A wave of scorching temperatures coupled with high humidity has been linked to the deaths of at least 18 mostly elderly people in northern Italy this week, Italian media reported Wednesday.

With daytime temperatures stuck in the 90s, officials said they were checking on the elderly to see if they needed to be moved to air-conditioned places.

Italian media reported at least 18 people had died since Monday, most of them elderly.

"These deaths are probably not by chance," Donato Greco, the Health Ministry official in charge of managing the heat emergency, said after he was asked about the reported deaths.

However, Greco said the full toll from the heat wave can only be known after it ends when statisticians can compare the number of deaths to the same period last year when it was cooler.

The deaths of two elderly people on Wednesday were believed to be related to the heat, the Italian news agency Apcom said. A 90-year-old man died two days after he was hospitalized in Milan feeling ill during the heat. Heat was also suspected in the apparent heart attack of an elderly man in Milan, whose body was found by ambulance crews in his home.

Media reports also quoted doctors as saying the heat might have aggravated heart and other medical problems of nine of those who died on Tuesday.

Blasts of torrid air from northern Africa were blamed for the rise in temperatures, which hit about 93 degrees in Rome at midday Wednesday and 90 degrees in Milan.

Weather forecasters said rain showers are expected to lower temperatures in northern Italy by a degree or two over the next couple of days, but the mercury in the south would continue to rise.
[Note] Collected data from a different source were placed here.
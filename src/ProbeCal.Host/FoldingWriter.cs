using System;
using System.IO;
using System.Text;

namespace ProbeCal.Host;

/// <summary>
/// Folds lines that are longer than a narrow terminal is wide, between words, under the start of their own text: a phone
/// shows every screen without words cut in two. A question has no end of line: flushing shows it. A command to be copied, and
/// a line that is drawn over itself, stay as they are; what a program reads goes past it.
/// </summary>
internal sealed class FoldingWriter(TextWriter inner, int width) : TextWriter
{
    /// <summary>A terminal narrower than this is left to break lines itself.</summary>
    internal const int Narrowest = 20;

    /// <summary>Further lines start at most so far in.</summary>
    private const int DeepestIndent = 8;

    /// <summary>How a line begins that a person copies back to the prompt: a break in it would end the command there.</summary>
    private const string Command = "probecal ";

    private readonly StringBuilder _line = new();

    /// <inheritdoc/>
    public override Encoding Encoding => inner.Encoding;

    /// <inheritdoc/>
    public override void Write(char value)
    {
        if (value != '\n')
        {
            _line.Append(value);
            return;
        }

        inner.WriteLine(Fold(_line.ToString().TrimEnd('\r')));
        _line.Clear();
    }

    /// <inheritdoc/>
    public override void Flush()
    {
        inner.Write(Fold(_line.ToString()));
        _line.Clear();
        inner.Flush();
    }

    /// <summary>Writes all but the last of the lines that a line is folded into, and gives that one back.</summary>
    private string Fold(string line)
    {
        if (line.Contains('\r', StringComparison.Ordinal) || line.StartsWith(Command, StringComparison.Ordinal))
        {
            return line;
        }

        int indent = 0;
        while (indent < line.Length && line[indent] == ' ')
        {
            indent++;
        }

        string further = new(' ', int.Min(indent + 2, DeepestIndent));
        string rest = line;
        while (width < rest.Length)
        {
            // The last blank that leaves a word before it; a word longer than the window is wide stays whole, to be copied.
            int at = rest.LastIndexOf(' ', width);
            if (at < 0 || string.IsNullOrWhiteSpace(rest[..at]))
            {
                at = rest.IndexOf(' ', rest.Length - rest.TrimStart().Length);
            }

            if (at < 0)
            {
                break;
            }

            inner.WriteLine(rest[..at].TrimEnd());
            rest = further + rest[at..].TrimStart();
        }

        return rest;
    }
}
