using System;
using System.IO;
using ProbeCal.Station.Entry;

namespace ProbeCal.Station;

/// <summary>
/// The folder that holds everything a station or a calibration keeps: <c>journal.db</c>, <c>calibrations.db</c>,
/// <c>sessions/</c> and <c>lock</c>. One program writes at a time; reading needs no lock.
/// </summary>
public sealed class DataDirectory : IDisposable
{
    private readonly FileStream? _lock;

    private DataDirectory(string path, FileStream? held)
    {
        Path = path;
        _lock = held;
    }

    /// <summary>The folder, absolute.</summary>
    public string Path { get; }

    /// <summary>The journal of a station: raw samples, readings, outbox.</summary>
    public string JournalFile => System.IO.Path.Combine(Path, "journal.db");

    /// <summary>The append-only calibration log.</summary>
    public string CalibrationLogFile => System.IO.Path.Combine(Path, "calibrations.db");

    /// <summary>Saved states of calibrations under way.</summary>
    public string SessionsFolder => System.IO.Path.Combine(Path, "sessions");

    /// <summary>Opens the folder for writing, making it when it is not there, and keeps other writers out until disposed.</summary>
    /// <exception cref="WorkFailedException">Another program writes there, or the folder cannot be made.</exception>
    public static DataDirectory OpenForWriting(string path)
    {
        string full = Absolute(path);
        try
        {
            Directory.CreateDirectory(full);
            FileStream held = new(System.IO.Path.Combine(full, "lock"), FileMode.OpenOrCreate, FileAccess.ReadWrite, FileShare.None);
            return new DataDirectory(full, held);
        }
        catch (UnauthorizedAccessException fault)
        {
            throw new WorkFailedException($"--data {path}: no permission to write there; choose a folder that you own", fault);
        }
        catch (IOException fault) when (File.Exists(System.IO.Path.Combine(full, "lock")) && !IsReadOnly(fault))
        {
            throw new WorkFailedException($"--data {path}: another probecal is writing there; stop it first or choose another folder", fault);
        }
        catch (IOException fault)
        {
            throw new WorkFailedException($"--data {path}: {fault.Message}; name a folder that can be written", fault);
        }
    }

    /// <summary>Opens an existing folder for reading beside whoever writes.</summary>
    /// <exception cref="InputException">There is no such folder.</exception>
    public static DataDirectory OpenForReading(string path)
    {
        string full = Absolute(path);
        if (!Directory.Exists(full))
        {
            throw new InputException($"--data {path}: there is no such folder; name the one a calibration or a station has written to");
        }

        return new DataDirectory(full, null);
    }

    private static string Absolute(string path)
    {
        return path.Length == 0 || path.Contains('\0', StringComparison.Ordinal)
            ? throw Wrong.Input("--data", path, "name a folder, for example ./north-pier")
            : System.IO.Path.GetFullPath(path);
    }

    /// <summary>A disk that is mounted for reading only holds the lock file too, and nobody need be writing there.</summary>
    private static bool IsReadOnly(IOException fault)
    {
        const int ReadOnlyFileSystem = 30; // EROFS, the same number on Linux and macOS; Windows answers with a refused access
        return fault.HResult == ReadOnlyFileSystem;
    }

    /// <inheritdoc/>
    public void Dispose()
    {
        _lock?.Dispose();
    }
}
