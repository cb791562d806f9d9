using System;
using System.IO;
using System.Threading;

namespace ProbeCal.Host;

/// <summary>
/// Where a command reads, writes and takes the time. Tests hand in their own; the process has one made of its standard
/// streams and the system clock, the only place in the project that touches either.
/// </summary>
internal sealed class Terminal
{
    internal required TextReader Input { get; init; }

    /// <summary>The bytes behind <see cref="Input"/>, for a command that reads a file from there.</summary>
    internal Func<Stream> InputBytes { get; init; } = static () => Stream.Null;

    /// <summary>The bytes behind <see cref="Output"/>, for a command that writes a file there.</summary>
    internal Func<Stream> OutputBytes { get; init; } = static () => Stream.Null;

    /// <summary>Results only.</summary>
    internal required TextWriter Output { get; init; }

    /// <summary>Progress, logs and errors.</summary>
    internal required TextWriter Error { get; init; }

    internal required TimeProvider Time { get; init; }

    /// <summary>True when a person can answer a question here.</summary>
    internal bool IsInteractive { get; init; }

    /// <summary>Characters in a line of the window that shows <see cref="Output"/>; null when no window does.</summary>
    internal int? Width { get; init; }

    /// <summary>Cancelled by Ctrl-C, SIGTERM or a test: the command ends in order.</summary>
    internal CancellationToken Stop { get; init; }

    /// <summary>Where a page for people goes: <see cref="Output"/>, its lines folded when the window is narrow.</summary>
    internal TextWriter Page()
    {
        return Width is int width && FoldingWriter.Narrowest <= width ? new FoldingWriter(Output, width) : Output;
    }

    internal static Terminal OfProcess(CancellationToken stop)
    {
        return new Terminal
        {
            Input = Console.In,
            InputBytes = Console.OpenStandardInput,
            OutputBytes = Console.OpenStandardOutput,
            Output = Console.Out,
            Error = Console.IsErrorRedirected || Console.WindowWidth < FoldingWriter.Narrowest ? Console.Error : TextWriter.Synchronized(new FoldingWriter(Console.Error, Console.WindowWidth)),
            Time = TimeProvider.System,
            IsInteractive = !Console.IsInputRedirected && !Console.IsOutputRedirected,
            Width = Console.IsOutputRedirected ? null : Console.WindowWidth,
            Stop = stop,
        };
    }
}
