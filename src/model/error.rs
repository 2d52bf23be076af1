//! What can be wrong with a plan that was read without fault.

use std::fmt;

use super::{Activity, Aim};
use crate::curves::{Curve, Family, ReturnCurve, Shape};
use crate::numeric::figures;

/// A number of an activity, named as its column.
#[derive(Debug, Clone, Copy, PartialEq, Eq, Hash)]
pub enum Field {
    /// Return at zero spend.
    Base,
    /// Least spend.
    Floor,
    /// Greatest spend.
    Cap,
    /// Value of one unit of return.
    Weight,
    /// Today's spend.
    Current,
    /// Least spend that was observed.
    ObservedFrom,
    /// Greatest spend that was observed.
    ObservedTo,
}

impl Field {
    /// The name of its column.
    pub fn name(self) -> &'static str {
        match self {
            Field::Base => "base",
            Field::Floor => "floor",
            Field::Cap => "cap",
            Field::Weight => "weight",
            Field::Current => "current",
            Field::ObservedFrom => "observed_from",
            Field::ObservedTo => "observed_to",
        }
    }

    /// What the number must be, in words.
    fn rule(self) -> &'static str {
        match self {
            Field::Base => "a finite number",
            Field::Cap => "at least 0",
            Field::ObservedTo => "at least observed_from",
            Field::Floor | Field::Weight | Field::Current | Field::ObservedFrom => {
                "at least 0 and finite"
            }
        }
    }
}

impl fmt::Display for Field {
    fn fmt(&self, f: &mut fmt::Formatter<'_>) -> fmt::Result {
        f.write_str(self.name())
    }
}

/// Why a problem could not be built. Activities and constraints are named by their index, from
/// 0, so that `input` can add file, line and column.
#[derive(Debug, Clone, PartialEq, thiserror::Error)]
pub enum ModelError {
    /// There is nothing to spend on.
    #[error("the plan has no activities")]
    NoActivities,
    /// A number lies outside its domain.
    #[error("{field} must be {}, not {found}", field.rule())]
    Number {
        /// Index of the activity.
        activity: usize,
        /// The number at fault.
        field: Field,
        /// What stands there.
        found: f64,
    },
    /// The bounds are crossed.
    #[error("the floor of {floor} is above the cap of {cap}")]
    FloorAboveCap {
        /// Index of the activity.
        activity: usize,
        /// Least spend.
        floor: f64,
        /// Greatest spend.
        cap: f64,
    },
    /// The bounds reach beyond the knots of a tabulated curve.
    #[error(
        "the bounds {floor} to {cap} reach beyond the table, which runs from {first} to {last}"
    )]
    OutsideTable {
        /// Index of the activity.
        activity: usize,
        /// Least spend.
        floor: f64,
        /// Greatest spend.
        cap: f64,
        /// Spend of the first knot.
        first: f64,
        /// Spend of the last knot.
        last: f64,
    },
    /// The curve bends the wrong way for the aim.
    #[error(transparent)]
    Shape(Misshapen),
    /// A limit that is not a finite number.
    #[error("the limit must be a finite number, not {found}")]
    Limit {
        /// Index of the constraint.
        constraint: usize,
        /// What stands there.
        found: f64,
    },
    /// A constraint has not one use per activity.
    #[error("the constraint has {found} uses for {needed} activities")]
    UseCount {
        /// Index of the constraint.
        constraint: usize,
        /// How many uses there are.
        found: usize,
        /// How many activities there are.
        needed: usize,
    },
    /// A use per unit of spend that is not a finite number.
    #[error("the use per unit of spend must be a finite number, not {found}")]
    Use {
        /// Index of the constraint.
        constraint: usize,
        /// Index of the activity.
        activity: usize,
        /// What stands there.
        found: f64,
    },
}

/// A curve that bends the wrong way for the aim between the activity's bounds, so that "the last
/// unit earns the same everywhere" would not be the best plan.
#[derive(Debug, Clone, PartialEq, thiserror::Error)]
#[error("{}; {}", self.reason(), self.mend())]
pub struct Misshapen {
    /// Index of the activity.
    pub activity: usize,
    /// The aim that the curve does not fit.
    pub aim: Aim,
    /// Its family.
    pub family: Family,
    /// How it bends between floor and cap.
    pub shape: Shape,
    /// Spend of the knot at which a tabulated curve first bends the wrong way.
    pub knot: Option<f64>,
    /// Spend from which on an S-shape bends the right way, where the cap leaves room above it.
    turning_floor: Option<f64>,
}

impl Misshapen {
    pub(super) fn of(aim: Aim, i: usize, activity: &Activity, shape: Shape) -> Self {
        let wrong = match aim {
            Aim::Maximise => Shape::Convex,
            Aim::Minimise => Shape::Concave,
        };
        let knot = match &activity.curve {
            Curve::Points(points) => points.bend_within(activity.floor, activity.cap, wrong),
            _ => None,
        };
        let turning_floor = match shape {
            Shape::TurnsAt(turning) if turning < activity.cap => {
                Some(turning).filter(|&floor| activity.curve.shape(floor, activity.cap) != wrong)
            }
            _ => None,
        };
        Self {
            activity: i,
            aim,
            family: activity.curve.family(),
            shape,
            knot,
            turning_floor,
        }
    }

    /// What is wrong, in words.
    pub fn reason(&self) -> String {
        let (needed, further) = match self.aim {
            Aim::Maximise => ("concave", "more"),
            Aim::Minimise => ("convex", "less"),
        };
        match (self.shape, self.knot) {
            (_, Some(knot)) => format!(
                "this points curve is not {needed}: at a spend of {knot} the next unit begins to \
                 give {further} than the last"
            ),
            (Shape::TurnsAt(turning), _) => format!(
                "this {} curve is S-shaped: it bends one way up to a spend of {} and the other \
                 way beyond it",
                self.family,
                just_above(turning)
            ),
            _ => format!(
                "this {} curve is not {needed} between its bounds: every further unit gives \
                 {further} than the one before",
                self.family
            ),
        }
    }

    /// What would help, in words.
    pub fn mend(&self) -> String {
        if let Some(floor) = self.turning_floor {
            let fitting = match self.aim {
                Aim::Maximise => "falling marginal return",
                Aim::Minimise => "rising marginal cost",
            };
            return format!(
                "give it a floor of at least {}, or fit a curve with {fitting}",
                just_above(floor)
            );
        }
        match (self.aim, self.family) {
            (Aim::Maximise, Family::Power) => {
                "a return needs an exponent between 0 and 1 with a positive gain, or below 0 with \
                 a negative gain"
                    .to_owned()
            }
            (Aim::Minimise, Family::Power) => {
                "a cost needs an exponent above 1 or below 0 with a positive gain".to_owned()
            }
            (Aim::Maximise, Family::Quadratic) => {
                "a return needs a curvature of at most 0".to_owned()
            }
            (Aim::Minimise, Family::Quadratic) => {
                "a cost needs a curvature of at least 0".to_owned()
            }
            (Aim::Maximise, Family::Points) => {
                "smooth the table so that every further unit gives no more than the one before, \
                 or cap the activity below that spend"
                    .to_owned()
            }
            (Aim::Minimise, Family::Points) => {
                "smooth the table so that every further unit costs no less than the one before, \
                 or cap the activity below that spend"
                    .to_owned()
            }
            (Aim::Maximise, _) => {
                "check the sign of its parameters, or set aim = \"minimise\" if it is a cost"
                    .to_owned()
            }
            (Aim::Minimise, _) => {
                "check the sign of its parameters, or set aim = \"maximise\" if it is a return"
                    .to_owned()
            }
        }
    }
}

/// A spend to six digits, rounded up so that it is a floor that works.
fn just_above(spend: f64) -> String {
    let decimals = figures::decimals_for(spend, 6);
    let nearest = format!("{spend:.decimals$}");
    let rounded = match nearest.parse::<f64>() {
        Ok(below) if below < spend => {
            let step = 10_f64.powi(-i32::try_from(decimals).unwrap_or(i32::MAX));
            format!("{:.decimals$}", below + step)
        }
        _ => nearest,
    };
    if rounded.contains('.') {
        rounded
            .trim_end_matches('0')
            .trim_end_matches('.')
            .to_owned()
    } else {
        rounded
    }
}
Concern for the elderly rose this week after Italy's statistics bureau said 20,000 deaths in the summer of 2003 may have been caused by a long and severe heat wave, much higher than the government's previous estimate of 8,000. Most of the victims were elderly.

Greco said there were plans for daily monitoring of the elderly in the northern cities of Milan, Bologna, Turin, Brescia, Genoa, as well as in Rome, and Palermo, Sicily in the south.

The heat has Italians turning up the air conditioning, causing a record demand for electricity.